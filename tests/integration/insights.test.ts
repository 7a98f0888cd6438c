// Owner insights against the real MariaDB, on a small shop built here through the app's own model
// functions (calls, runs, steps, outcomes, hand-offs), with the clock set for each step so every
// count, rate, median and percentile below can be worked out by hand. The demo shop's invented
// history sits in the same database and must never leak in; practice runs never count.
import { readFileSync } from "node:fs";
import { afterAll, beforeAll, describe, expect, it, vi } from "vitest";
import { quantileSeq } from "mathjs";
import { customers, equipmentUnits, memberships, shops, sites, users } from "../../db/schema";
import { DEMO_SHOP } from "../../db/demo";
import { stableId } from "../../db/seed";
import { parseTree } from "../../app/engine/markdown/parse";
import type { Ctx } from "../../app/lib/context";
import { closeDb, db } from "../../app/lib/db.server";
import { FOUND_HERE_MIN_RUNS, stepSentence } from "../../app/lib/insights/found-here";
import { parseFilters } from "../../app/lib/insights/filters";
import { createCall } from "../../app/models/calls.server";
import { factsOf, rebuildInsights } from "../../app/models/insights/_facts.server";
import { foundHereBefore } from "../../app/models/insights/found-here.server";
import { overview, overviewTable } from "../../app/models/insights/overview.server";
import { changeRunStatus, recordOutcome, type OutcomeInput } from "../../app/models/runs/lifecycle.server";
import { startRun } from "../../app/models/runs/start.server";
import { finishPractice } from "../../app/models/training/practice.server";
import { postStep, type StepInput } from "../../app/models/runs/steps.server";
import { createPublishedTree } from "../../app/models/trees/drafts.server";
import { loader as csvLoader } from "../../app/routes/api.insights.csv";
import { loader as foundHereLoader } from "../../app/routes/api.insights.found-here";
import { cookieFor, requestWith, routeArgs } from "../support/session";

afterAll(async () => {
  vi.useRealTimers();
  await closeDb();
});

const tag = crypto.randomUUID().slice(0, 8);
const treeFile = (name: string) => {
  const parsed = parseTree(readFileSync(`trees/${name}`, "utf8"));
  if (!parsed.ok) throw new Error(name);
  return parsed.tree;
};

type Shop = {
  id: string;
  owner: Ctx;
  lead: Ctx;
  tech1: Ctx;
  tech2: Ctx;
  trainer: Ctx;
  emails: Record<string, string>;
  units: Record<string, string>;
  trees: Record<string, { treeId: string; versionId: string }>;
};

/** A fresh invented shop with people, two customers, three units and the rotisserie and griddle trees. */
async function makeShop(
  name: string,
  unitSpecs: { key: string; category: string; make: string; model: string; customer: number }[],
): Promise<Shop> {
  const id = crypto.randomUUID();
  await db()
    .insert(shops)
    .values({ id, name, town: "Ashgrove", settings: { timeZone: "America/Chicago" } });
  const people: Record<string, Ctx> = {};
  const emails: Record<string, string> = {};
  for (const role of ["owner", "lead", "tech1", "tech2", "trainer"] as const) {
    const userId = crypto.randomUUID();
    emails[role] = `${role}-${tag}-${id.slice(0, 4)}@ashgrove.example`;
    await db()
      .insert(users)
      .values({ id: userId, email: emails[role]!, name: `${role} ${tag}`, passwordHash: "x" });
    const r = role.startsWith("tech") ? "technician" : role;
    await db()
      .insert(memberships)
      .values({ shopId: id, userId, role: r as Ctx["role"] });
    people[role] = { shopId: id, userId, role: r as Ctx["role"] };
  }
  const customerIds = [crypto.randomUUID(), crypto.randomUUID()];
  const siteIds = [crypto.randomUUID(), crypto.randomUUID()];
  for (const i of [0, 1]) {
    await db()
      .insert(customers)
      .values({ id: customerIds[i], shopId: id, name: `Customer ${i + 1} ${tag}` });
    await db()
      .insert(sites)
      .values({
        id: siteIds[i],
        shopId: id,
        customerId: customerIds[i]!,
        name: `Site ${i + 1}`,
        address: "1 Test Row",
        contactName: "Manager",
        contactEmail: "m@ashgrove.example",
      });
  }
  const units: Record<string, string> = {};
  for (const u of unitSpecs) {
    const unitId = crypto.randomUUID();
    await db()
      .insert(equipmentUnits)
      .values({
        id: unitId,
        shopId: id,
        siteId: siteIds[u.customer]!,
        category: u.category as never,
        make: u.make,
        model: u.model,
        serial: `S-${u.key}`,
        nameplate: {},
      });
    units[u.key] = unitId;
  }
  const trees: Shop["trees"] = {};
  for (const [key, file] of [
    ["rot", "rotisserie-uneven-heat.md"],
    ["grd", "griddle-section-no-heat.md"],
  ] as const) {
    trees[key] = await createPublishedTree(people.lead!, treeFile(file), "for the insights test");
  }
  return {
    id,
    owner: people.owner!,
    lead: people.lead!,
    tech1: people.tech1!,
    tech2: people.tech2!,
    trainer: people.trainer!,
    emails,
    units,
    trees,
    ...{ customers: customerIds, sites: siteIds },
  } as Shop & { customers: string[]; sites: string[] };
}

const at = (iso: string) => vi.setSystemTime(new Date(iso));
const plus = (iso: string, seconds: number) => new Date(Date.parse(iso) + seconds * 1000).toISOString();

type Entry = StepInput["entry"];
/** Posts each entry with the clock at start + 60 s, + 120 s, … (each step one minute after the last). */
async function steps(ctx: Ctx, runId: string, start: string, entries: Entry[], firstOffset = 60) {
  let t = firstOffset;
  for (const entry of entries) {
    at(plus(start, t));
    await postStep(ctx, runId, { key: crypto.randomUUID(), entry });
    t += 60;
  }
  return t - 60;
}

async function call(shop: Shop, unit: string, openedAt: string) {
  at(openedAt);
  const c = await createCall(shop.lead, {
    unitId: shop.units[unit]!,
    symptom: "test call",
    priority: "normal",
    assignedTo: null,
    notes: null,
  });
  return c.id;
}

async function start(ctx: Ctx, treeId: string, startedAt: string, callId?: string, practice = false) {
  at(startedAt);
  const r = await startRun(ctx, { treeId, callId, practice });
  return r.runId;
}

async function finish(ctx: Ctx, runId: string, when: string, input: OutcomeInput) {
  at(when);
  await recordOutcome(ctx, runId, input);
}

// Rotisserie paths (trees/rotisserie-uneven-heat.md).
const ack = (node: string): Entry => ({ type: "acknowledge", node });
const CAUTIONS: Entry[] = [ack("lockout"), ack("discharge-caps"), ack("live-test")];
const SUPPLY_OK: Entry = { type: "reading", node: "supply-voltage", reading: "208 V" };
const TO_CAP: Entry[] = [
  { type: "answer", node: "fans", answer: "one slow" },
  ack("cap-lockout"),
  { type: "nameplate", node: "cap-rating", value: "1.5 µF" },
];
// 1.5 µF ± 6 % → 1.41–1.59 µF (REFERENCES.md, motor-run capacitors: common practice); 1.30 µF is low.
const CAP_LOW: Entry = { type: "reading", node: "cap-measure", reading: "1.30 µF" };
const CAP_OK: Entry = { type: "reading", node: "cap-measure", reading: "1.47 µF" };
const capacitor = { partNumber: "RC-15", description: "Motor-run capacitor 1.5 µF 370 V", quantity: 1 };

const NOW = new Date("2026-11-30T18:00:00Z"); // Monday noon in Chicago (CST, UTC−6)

+++

**WORK TO COMPLETE**
Start at the first line of the entries above. Set down each line exactly through the one with "runs never count.", and stop there.

**ANSWER TO THE PROBLEM**
filename tests/integration/insights.test.ts
repository 7a98f0888cd6438c
// Owner insights against the real MariaDB, on a small shop built here through the app's own model
// functions (calls, runs, steps, outcomes, hand-offs), with the clock set for each step so every
// count, rate, median and percentile below can be worked out by hand. The demo shop's invented
// history sits in the same database and must never leak in; practice runs never count.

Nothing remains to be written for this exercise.